What is the difference between a civic nation and an ethnic nation?
An ethnic nation, exemplified by the German peoples and linked to philosophers like Johann Gottlieb Fichte, is built on shared language, religion, culture, history, and ethnic origins. A civic nation, traced to the French Revolution and the thought of Ernest Renan, is centred on a willingness to live together and results from an act of affirmation.
When did nationalism become a prominent ideology?
Nationalism, the belief that state and nation should align as a nation state, did not become a prominent ideology until the end of the 18th century. The scholarly consensus holds that nations are socially constructed and a distinctly modern phenomenon.
Where does the word nation come from?
The word nation entered Middle English around 1300 as nacioun, from Old French nacion and Latin natio, meaning birth, origin, breed, or race of people.
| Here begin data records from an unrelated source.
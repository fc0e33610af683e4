/* arguments.h - random arguments for any parameter, good and bad.
 *
 * suiting() makes what a parameter takes most of the time, in each of the forms that a sheet has:
 * with and without headings, names, gaps; it is spoilt now and then. What belongs together in one
 * call (lines, their names, the length of columns) agrees most of the time, so that calls get past
 * the reading. anything() is anything at all, the results of earlier calls among it.
 */
#ifndef FUZZ_ARGUMENTS_H
#define FUZZ_ARGUMENTS_H

#include "../../addin/function.h"

#include <math.h>
#include <stdint.h>
#include <string.h>

/* ---- random numbers: splitmix64, so that a seed means the same call everywhere ---- */

static uint64_t state;

static inline uint64_t next_bits(void)
{
    uint64_t z = state += UINT64_C(0x9e3779b97f4a7c15);
    z = (z ^ z >> 30) * UINT64_C(0xbf58476d1ce4e5b9);
    z = (z ^ z >> 27) * UINT64_C(0x94d049bb133111eb);
    return z ^ z >> 31;
}

static inline size_t below(size_t n) { return (size_t)(next_bits() % n); }
static inline double uniform(void) { return (double)(next_bits() >> 11) * 0x1p-53; }
static inline bool once_in(size_t n) { return below(n) == 0; }

/* ---- values ---- */

enum { KEPT = 64, MOST_TEXT = 40, MOST_LINES = 6, MOST_WORDS = 8 };

static value kept[KEPT];             /* results of earlier calls */
static size_t n_kept;

static inline value a_number(double x) { return (value){ .is = IS_NUMBER, .number = x }; }
static inline value a_text(const char *s) { return (value){ .is = IS_TEXT, .text = s }; }

static inline double any_number(void)
{
    static const double odd[] = { 0, -0.0, 1, -1, 0.5, 2, 3, 1e300, -1e300, 1e-300, 0.99, 1 - 1e-16,
                                  1e15, 4294967296.0, 2e9, INFINITY, -INFINITY, NAN };
    switch (below(4)) {
    case 0: return once_in(10) ? fault(OUT_OF_DOMAIN) : odd[below(sizeof odd / sizeof *odd)];
    case 1: return (double)below(20);
    case 2: return uniform();
    default: return (uniform() - 0.5) * exp(20 * uniform());
    }
}

static inline const char *any_text(pool *p)
{
    static const char *const known[] = {
        "", " ", "gumbel", "Clayton", "frank", "joe", "gaussian", "t", "independent", "copula",
        "dimension", "theta", "df", "matrix", "rotation", "lines", "notes", "normal", "lognormal",
        "gamma", "exponential", "weibull", "pareto", "lomax", "sample", "excess", "limit", "share",
        "with", "name", "hold", "pairs", "rows", "seed", "scheme", "level", "5", "3,5", "-1e5",
        "motor", "gumbel frank", "TAU", "upper", "lower", "distribution", "a", "error",
        "matrix error", "low", "high", "n/a", "mean", "%s%s%n",
    };
    if (!once_in(4)) return known[below(sizeof known / sizeof *known)];
    size_t n = below(MOST_TEXT);
    char *text = pool_take(p, n + 1, 1);
    if (!text) return "";
    for (size_t i = 0; i < n; i++) text[i] = (char)(1 + below(255));
    text[n] = 0;
    return text;
}

/* A table of gaps. */
static inline value empty_table(pool *p, size_t rows, size_t cols)
{
    value v = { .is = IS_TABLE, .table = { .rows = rows, .cols = cols } };
    v.table.at = pool_take(p, rows * cols, sizeof *v.table.at);
    v.table.words = pool_take_zeroed(p, rows * cols, sizeof *v.table.words);
    if (!v.table.at || !v.table.words) return (value){ .is = IS_NOTHING };
    for (size_t i = 0; i < rows * cols; i++) v.table.at[i] = gap();
    return v;
}

/* Fills a cell; an empty text is an empty cell, as in a sheet. */
static inline void put(value *v, size_t row, size_t col, double x, const char *word)
{
    if (v->is != IS_TABLE) return;
    size_t i = row * v->table.cols + col;
    v->table.at[i] = word ? gap() : x;
    v->table.words[i] = word && *word ? word : NULL;
}

/* One cell in gap_in is empty, one in text_in holds text; none when that is 0. */
static inline value a_table(pool *p, size_t rows, size_t cols, double (*number)(void),
                            size_t gap_in, size_t text_in)
{
    value v = empty_table(p, rows, cols);
    for (size_t i = 0; i < rows * cols; i++)
        if (text_in && once_in(text_in)) put(&v, i / cols, i % cols, 0, any_text(p));
        else if (!gap_in || !once_in(gap_in)) put(&v, i / cols, i % cols, number(), NULL);
    return v;
}

static inline value anything(pool *p)
{
    switch (below(5)) {
    case 0: return (value){ .is = IS_NOTHING };
    case 1: return a_number(any_number());
    case 2: return a_text(any_text(p));
    case 3: if (n_kept) return kept[below(n_kept)];
    /* fall through */
    default: return a_table(p, 1 + below(9), 1 + below(6), any_number, once_in(2) ? 5 : 0,
                            once_in(2) ? 3 : 0);
    }
}

/* One cell, now and then, holds what it should not. */
static inline value spoilt(value v, pool *p)
{
    if (v.is != IS_TABLE || !once_in(8)) return v;
    size_t row = below(v.table.rows), col = below(v.table.cols);
    put(&v, row, col, once_in(3) ? gap() : any_number(), once_in(2) ? any_text(p) : NULL);
    return v;
}

/* ---- what the arguments of one call have in common ---- */

struct common {
    pool *pool;
    size_t rows, lines;
};

/* The number of lines, most of the time. */
static inline size_t lines_for(const struct common *c)
{
    return once_in(5) ? 1 + below(MOST_LINES) : c->lines;
}

/* The name of a line, or once in a while no name, or another. */
static inline const char *name_of(const struct common *c, size_t line)
{
    static const char *const names[] = { "motor", "property", "Cargo ", "third party liability",
                                         "marine", "fire" };
    if (once_in(12)) return "";
    return once_in(20) ? any_text(c->pool) : names[line % MOST_LINES];
}

/* The table below a row of headings. */
static inline value below_names(const value *v, const struct common *c)
{
    size_t rows = v->table.rows, cols = v->table.cols;
    value to = empty_table(c->pool, rows + 1, cols);
    if (v->is != IS_TABLE || to.is != IS_TABLE) return *v;
    for (size_t j = 0; j < cols; j++) put(&to, 0, j, 0, name_of(c, j));
    memcpy(to.table.at + cols, v->table.at, rows * cols * sizeof *to.table.at);
    memcpy(to.table.words + cols, v->table.words, rows * cols * sizeof *to.table.words);
    return to;
}

/* ---- values that suit a parameter ---- */

static inline double loss(void) { return floor(1e4 * exp(2 * uniform())); }

static inline const char *one_word(pool *p, const char *words)
{
    char *copy = pool_text(p, words && *words ? words : "x"), *start = copy, *word = copy;
    if (!copy) return "";
    for (size_t n = 2; *start; start++)
        if (*start == ' ' && once_in(n++)) word = start + 1;
    word[strcspn(word, " ")] = 0;
    return word;
}

static inline double bounded(const param *q)
{
    if (q->low == 0 && q->high == 0) return (uniform() - 0.3) * 10;
    double low = isfinite(q->low) ? q->low : -100, high = isfinite(q->high) ? q->high : low + 100;
    if (high > low + 1000) high = low + 60;
    return low + (high - low) * uniform();
}

static inline value observations(const struct common *c, size_t cols, bool gaps)
{
    value v = a_table(c->pool, c->rows, cols, once_in(2) ? loss : uniform,
                      gaps && once_in(3) ? 6 : 0, 0);
    return once_in(2) ? below_names(&v, c) : v;
}

static inline value numbers(const param *q, const struct common *c)
{
    if (once_in(2)) return a_number(bounded(q));
    value v = empty_table(c->pool, 1 + below(5), 1 + below(2));
    for (size_t i = 0; v.is == IS_TABLE && i < v.table.rows * v.table.cols; i++)
        if (!once_in(4)) put(&v, i / v.table.cols, i % v.table.cols, bounded(q), NULL);
    return once_in(4) ? below_names(&v, c) : v;
}

/* Correlations in a part of a table, feasible more often than not. */
static inline void put_correlations(value *v, size_t row, size_t col, size_t d)
{
    double same = once_in(3) ? 0.9 * uniform() : 0, spread = once_in(4) ? 1 : 0.5;
    for (size_t i = 0; i < d; i++)
        for (size_t j = 0; j <= i; j++) {
            double x = i == j ? 1 : same != 0 ? same : (uniform() - 0.4) * spread;
            put(v, row + i, col + j, x, NULL);
            put(v, row + j, col + i, x, NULL);
        }
}

static inline value a_correlation(const struct common *c)
{
    size_t d = lines_for(c), header = once_in(3), side = once_in(3);
    value v = empty_table(c->pool, d + header, d + side);
    for (size_t i = 0; i < d && header; i++) put(&v, 0, side + i, 0, name_of(c, i));
    for (size_t i = 0; i < d && side; i++) put(&v, header + i, 0, 0, name_of(c, i));
    put_correlations(&v, header, side, d);
    return v;
}

static inline void put_row(value *v, size_t row, const char *label, double x)
{
    put(v, row, 0, 0, label);
    put(v, row, 1, x, NULL);
}

/* A model block, its labels in their usual order, with or without names and rotation. */
static inline value a_model(const struct common *c)
{
    static const char *const families[] = { "gumbel", "clayton", "frank", "joe", "independent",
                                            "gaussian", "t" };
    size_t chosen = below(7), d = lines_for(c) < 2 ? 2 : lines_for(c), row = 2;
    bool named = once_in(3), rotated = once_in(4), grouped = once_in(2);
    bool has_theta = chosen < 4, has_matrix = chosen > 4, has_df = chosen > 5;
    size_t rows = 2u + named + rotated + has_theta + has_df + (has_matrix ? d : 0);
    value v = empty_table(c->pool, rows, named || has_matrix ? 1 + d : 2);
    put(&v, 0, 0, 0, "copula");
    put(&v, 0, 1, 0, families[chosen]);
    put_row(&v, 1, "dimension", (double)d);
    if (named) put(&v, row, 0, 0, "lines");
    for (size_t i = 0; named && i < d; i++) put(&v, row, 1 + i, 0, name_of(c, i));
    row += named;
    if (rotated) put_row(&v, row++, "rotation", d > 2 ? 180 : 90 * (double)below(4));
    if (has_theta) put_row(&v, row++, "theta", 1 + 4 * uniform());
    if (has_df) put_row(&v, row, "df", 0.5 + 9 * uniform());
    for (size_t i = 1; has_df && grouped && i < d; i++)
        put(&v, row, 1 + i, 0.5 + 9 * uniform(), NULL);
    row += has_df;
    if (has_matrix) put(&v, row, 0, 0, "matrix");
    if (has_matrix) put_correlations(&v, row, 1, d);
    return v;
}

/* ---- blocks whose columns have headings: margins, terms ---- */

/* The columns of a block by their words' places in a list. */
struct columns {
    size_t n, word[MOST_WORDS];
};

/* With a heading any of the words in any order, else all in their usual order; a blank heading over
 * a column and one of the wrong kind come as well. */
static inline value under_headings(const struct common *c, const char *const *words,
                                   struct columns *k, size_t rows, bool *headed)
{
    *headed = once_in(2);
    for (size_t i = 0; *headed && i < k->n; i++) {
        size_t other = below(k->n), word = k->word[i];
        k->word[i] = k->word[other];
        k->word[other] = word;
    }
    if (*headed && k->n > 1 && once_in(2)) k->n -= below(k->n - 1);
    value v = empty_table(c->pool, rows + *headed, k->n);
    for (size_t j = 0; *headed && j < k->n; j++)
        put(&v, 0, j, 0, once_in(12) ? "" : once_in(20) ? any_text(c->pool) : words[k->word[j]]);
    return v;
}

static inline value some_margins(const struct common *c)
{
    static const char *const words[] = { "name", "distribution", "a", "b" };
    static const char *const kinds[] = { "gamma", "lognormal", "exponential", "weibull", "lomax",
                                         "normal" };
    struct columns k = { 4, { 0, 1, 2, 3 } };
    if (once_in(2)) k = (struct columns){ 3, { 1, 2, 3 } };
    bool headed;
    size_t lines = lines_for(c);
    value v = under_headings(c, words, &k, lines, &headed);
    for (size_t i = 0; i < lines; i++) {
        size_t chosen = below(6);
        double a = 1 + 3 * uniform(), b = chosen == 2 ? gap() : 0.5 + uniform();
        for (size_t j = 0; j < k.n; j++) {
            const char *text = k.word[j] == 0 ? name_of(c, i)
                             : k.word[j] == 1 ? kinds[chosen] : NULL;
            put(&v, headed + i, j, k.word[j] == 2 ? a : b, text);
        }
    }
    return v;
}

enum { EXCESS_WORD, LIMIT_WORD, SHARE_WORD, NAME_WORD, WITH_WORD };
static const char *const TERM_HEADINGS[] = { "excess", "limit", "share", "name", "with" };

/* One line of a cover; one that follows another has no terms of its own. */
static inline void put_term(value *v, size_t row, const struct columns *k, const struct common *c,
                            size_t line, bool follows)
{
    size_t leader = below(c->lines + once_in(3));
    const char *with = once_in(2) ? name_of(c, leader) : NULL;
    for (size_t j = 0; j < k->n; j++) {
        size_t word = k->word[j];
        double own = word == SHARE_WORD ? uniform() : once_in(4) ? gap() : loss();
        if (word == NAME_WORD) put(v, row, j, 0, name_of(c, line));
        else if (word == WITH_WORD && follows) put(v, row, j, (double)(leader + 1), with);
        else if (word != WITH_WORD && !follows) put(v, row, j, own, NULL);
    }
}

static inline value some_terms(const struct common *c)
{
    struct columns k = { 3, { EXCESS_WORD, LIMIT_WORD, SHARE_WORD } };
    if (once_in(2))
        k = (struct columns){ 5, { EXCESS_WORD, LIMIT_WORD, SHARE_WORD, NAME_WORD, WITH_WORD } };
    else if (once_in(2))
        k = (struct columns){ 5, { NAME_WORD, EXCESS_WORD, LIMIT_WORD, SHARE_WORD, WITH_WORD } };
    else if (once_in(2))
        k = (struct columns){ 4, { EXCESS_WORD, LIMIT_WORD, SHARE_WORD, WITH_WORD } };
    bool headed;
    size_t lines = lines_for(c);
    value v = under_headings(c, TERM_HEADINGS, &k, lines, &headed);
    for (size_t i = 0; i < lines; i++) put_term(&v, headed + i, &k, c, i, once_in(3));
    return v;
}

static inline value an_aggregate(const struct common *c)
{
    struct columns k = { 3, { EXCESS_WORD, LIMIT_WORD, SHARE_WORD } };
    bool headed;
    value v = under_headings(c, TERM_HEADINGS, &k, 1, &headed);
    put_term(&v, headed, &k, c, 0, false);
    return v;
}

static inline value some_settings(pool *p, const char *words)
{
    size_t rows = 1 + below(3);
    value v = empty_table(p, rows, once_in(20) ? 3 : 2);
    for (size_t i = 0; i < rows; i++) {
        double x = once_in(3) ? uniform() : (double)(1 + below(200));
        put(&v, i, 0, 0, once_in(6) ? any_text(p) : one_word(p, words));
        put(&v, i, 1, once_in(8) ? gap() : x, once_in(6) ? any_text(p) : NULL);
    }
    return v;
}

static inline value unspoilt(const param *q, const struct common *c)
{
    pool *p = c->pool;
    switch (q->kind) {
    case NUMBER: return a_number(bounded(q));
    case WHOLE: return a_number(floor(bounded(q)));
    case WORD: return a_text(one_word(p, q->words));
    case WORDS: return a_text(once_in(2) && q->words ? one_word(p, q->words) : any_text(p));
    case NUMBERS: return numbers(q, c);
    case COLUMN: return observations(c, 1, true);
    case DATA: return observations(c, lines_for(c), true);
    case FULL_DATA: return observations(c, lines_for(c), false);
    case MATRIX: return a_correlation(c);
    case MODEL: return a_model(c);
    case MARGINS: return some_margins(c);
    case TERMS: return some_terms(c);
    case AGGREGATE: return an_aggregate(c);
    case SETTINGS: return some_settings(p, q->words);
    default: return once_in(2) ? a_correlation(c) : a_model(c);
    }
}

static inline value suiting(const param *q, const struct common *c)
{
    if (q->kind == RAW && once_in(2)) return anything(c->pool);
    return spoilt(unspoilt(q, c), c->pool);
}

#endif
It traces back to the Latin verb nasci, to be born, and the Proto-Indo-European root gene-, meaning to give birth or beget.
Which country was the first modern nation-state?
Philip S. Gorski argued the first modern nation-state was the Dutch Republic, built on political nationalism rooted in biblical nationalism. Liah Greenfeld instead held that nationalism was invented in England by 1600, calling England the first nation in the world.
What is Samuel P. Huntington's clash of civilizations theory about nations?
Samuel P. Huntington argued that in the post-Cold War world, cultural and religious identities would be the primary source of conflict. He set out the theory in a 1992 lecture and a 1993 Foreign Affairs article titled "The Clash of Civilizations?", then expanded it in a 1996 book, written in response to Francis Fukuyama's 1992 book The End of History and the Last Man.